Les chantres de l’anti-libéralisme exultent et crient victoire. Les Etats-Unis, la France, l’Allemagne, la Belgique ou encore l’Irlande ont décidé d’injecter massivement de l’argent pour renflouer les caisses de leurs établissements bancaires en difficulté.
De telles interventions sont pourtant une erreur à un double niveau. Il s’agit tout d’abord une faute morale : la socialisation des pertes après la privatisation des profits ne saurait être acceptable. Les responsables de la spéculation n’assumeront pas les conséquences de leurs actes puisque leurs établissements financiers ne seront pas rachetés à faible prix par des concurrents à la gestion plus saine. L’argent public vient éponger les erreurs individuelles et ne fait pas jouer la responsabilité, appelant à d’autres crises futures.
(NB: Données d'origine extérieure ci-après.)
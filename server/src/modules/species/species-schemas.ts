import { z } from 'zod';
import {
  REVISION_KINDS,
  REVISION_STATUSES,
  STANDARD_PRESSURES,
  STORED_PHASES,
  UNCERTAINTY_BASIS_VALUES,
} from '../../../../schema';

/** `s` (solid) is accepted as input and means cr or am. */
const PhaseFilter = z.enum([...STORED_PHASES, 's']);

export const ReleaseSpeciesQuery = z
  .object({
    page: z.coerce.number().int().min(1).max(100_000).default(1),
    pageSize: z.coerce.number().int().min(1).max(200).default(50),
    /** Any spelling of a formula (`OH2`, `H2O`); compared in Hill order. */
    formula: z.string().trim().min(1).max(100).optional(),
    phase: PhaseFilter.optional(),
    /** Part of a name, synonym or key, case-insensitive. */
    name: z.string().trim().min(1).max(100).optional(),
    sort: z.enum(['name', 'formula', 'deltaFH', 'key']).default('name'),
    order: z.enum(['asc', 'desc']).default('asc'),
  })
  .strict();
export type ReleaseSpeciesQuery = z.infer<typeof ReleaseSpeciesQuery>;

export const SpeciesParams = z.object({ key: z.string().min(1).max(200) });

const Basis = z.enum(UNCERTAINTY_BASIS_VALUES);
const Phase = z.enum(STORED_PHASES);

export const SourceRef = z.object({
  id: z.number().int(),
  citation: z.string(),
  doi: z.string().nullable(),
});

export const ReleaseSpeciesItem = z.object({
  key: z.string(),
  name: z.string(),
  formula: z.string(),
  charge: z.number().int(),
  phase: Phase,
  modification: z.string().nullable(),
  /** ΔfH°(298.15 K) in J/mol; `deltaFHText` holds the exact stored decimal. */
  deltaFH: z.number(),
  deltaFHText: z.string(),
  uncertainty: z.number().nullable(),
  uncertaintyBasis: Basis.nullable(),
  method: z.string().nullable(),
  standardPressure: z.enum(STANDARD_PRESSURES),
  fromMemory: z.boolean(),
  revisionId: z.number().int(),
  source: SourceRef,
});

export const ReleaseSpeciesPage = z.object({
  release: z.string(),
  page: z.number().int(),
  pageSize: z.number().int(),
  total: z.number().int(),
  /** The formula filter in Hill order, when one was given. */
  formula: z.string().nullable(),
  items: z.array(ReleaseSpeciesItem),
});
export type ReleaseSpeciesPage = z.infer<typeof ReleaseSpeciesPage>;

export const HeatCapacityRange = z.object({
  tMin: z.number(),
  tMax: z.number(),
  /** c1… as the source printed them: a1…a7 (NASA) or A…H (Shomate); null where left empty. */
  coefficients: z.array(z.number().nullable()),
});

export const RevisionView = z.object({
  id: z.number().int(),
  phase: Phase,
  modification: z.string().nullable(),
  kind: z.enum(REVISION_KINDS),
  quantity: z.string(),
  /** J/mol (ΔfH° or ΔtrsH); null for heat-capacity sets. */
  value: z.number().nullable(),
  valueText: z.string().nullable(),
  uncertainty: z.number().nullable(),
  uncertaintyBasis: Basis.nullable(),
  temperature: z.number().nullable(),
  toPhase: Phase.nullable(),
  toModification: z.string().nullable(),
  heatCapacity: z
    .object({ form: z.enum(['nasa7', 'shomate']), ranges: z.array(HeatCapacityRange) })
    .nullable(),
  method: z.string().nullable(),
  standardPressure: z.enum(STANDARD_PRESSURES),
  sourceId: z.number().int(),
  notes: z.string().nullable(),
  fromMemory: z.boolean(),
  status: z.enum(REVISION_STATUSES),
  supersedesId: z.number().int().nullable(),
  createdAt: z.string(),
  /** Published releases that pin this revision. */
  releases: z.array(z.string()),
  /** A derived value (computed from a measured reaction enthalpy and other species' values). */
  derived: z.boolean().optional(),
  /** Derived values only: true when an input was superseded or retired since (`staleInputs` says which). */
  stale: z.boolean().optional(),
  staleInputs: z
    .array(
      z.object({
        inputRevisionId: z.number().int(),
        /** The revision that replaced it; null when it was retired. */
        supersededBy: z.number().int().nullable(),
        species: z.string(),
        phase: z.string(),
      }),
    )
    .optional(),
});
export type RevisionView = z.infer<typeof RevisionView>;

export const PhaseView = z.object({
  phase: Phase,
  modification: z.string().nullable(),
  /** ΔfH° in each published release that holds this phase, oldest release first. */
  formationEnthalpy: z.array(
    z.object({
      release: z.string(),
      publishedAt: z.string(),
      revisionId: z.number().int(),
      value: z.number(),
      uncertainty: z.number().nullable(),
      uncertaintyBasis: Basis.nullable(),
    }),
  ),
});

export const SpeciesPage = z.object({
  key: z.string(),
  name: z.string(),
  synonyms: z.array(z.string()),
  formula: z.string(),
  charge: z.number().int(),
  casRn: z.string().nullable(),
  inchi: z.string().nullable(),
  inchiKey: z.string().nullable(),
  smiles: z.string().nullable(),
  notes: z.string().nullable(),
  /** g/mol from the engine's atomic-weight table (CIAAW 2021 abridged). */
  molarMass: z.number(),
  phases: z.array(PhaseView),
  revisions: z.array(RevisionView),
  sources: z.array(SourceRef.extend({ csl: z.record(z.string(), z.unknown()) })),
});
export type SpeciesPage = z.infer<typeof SpeciesPage>;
Il s’agit ensuite d’une erreur économique : l’argent public provient de l’endettement et des prélèvements obligatoire. L’argent ainsi injecté dans les établissements bancaires manquera à l’économie réelle et accentuera l’effet de la crise. Alors que l’endettement français atteint déjà près de 2 000 milliards et que le service de la dette est déjà le 2ème budget de l’Etat, augmenter l’endettement est irresponsable.
Les dirigeants politiques souhaitent donner ainsi l’illusion de l’action. Utiliser l’agent public pour « sauver » une banque est certainement plus valorisant pour un Président que d’admettre que l’intervention sera non seulement inefficace mais surtout néfaste. Nos dirigeants manquent de sang froid et préfèrent une efficacité électorale de court terme à une efficacité économique de moyen et long terme.
L’heure n’est pourtant plus aujourd’hui à l’interventionnisme inefficace. Alors que la récession s’impose un peu plus chaque jour, il devient urgent de mettre en place les vraies réformes qui pourront permettre à notre pays de rendre cette crise moins durable. Si le gouvernement veut vraiment lutter contre la crise, qu’il réalise enfin les réformes du marché du travail, de la sécurité sociale et des retraites, qui sont aujourd’hui autant de poids sur notre économie qui l’empêcheront de redémarrer.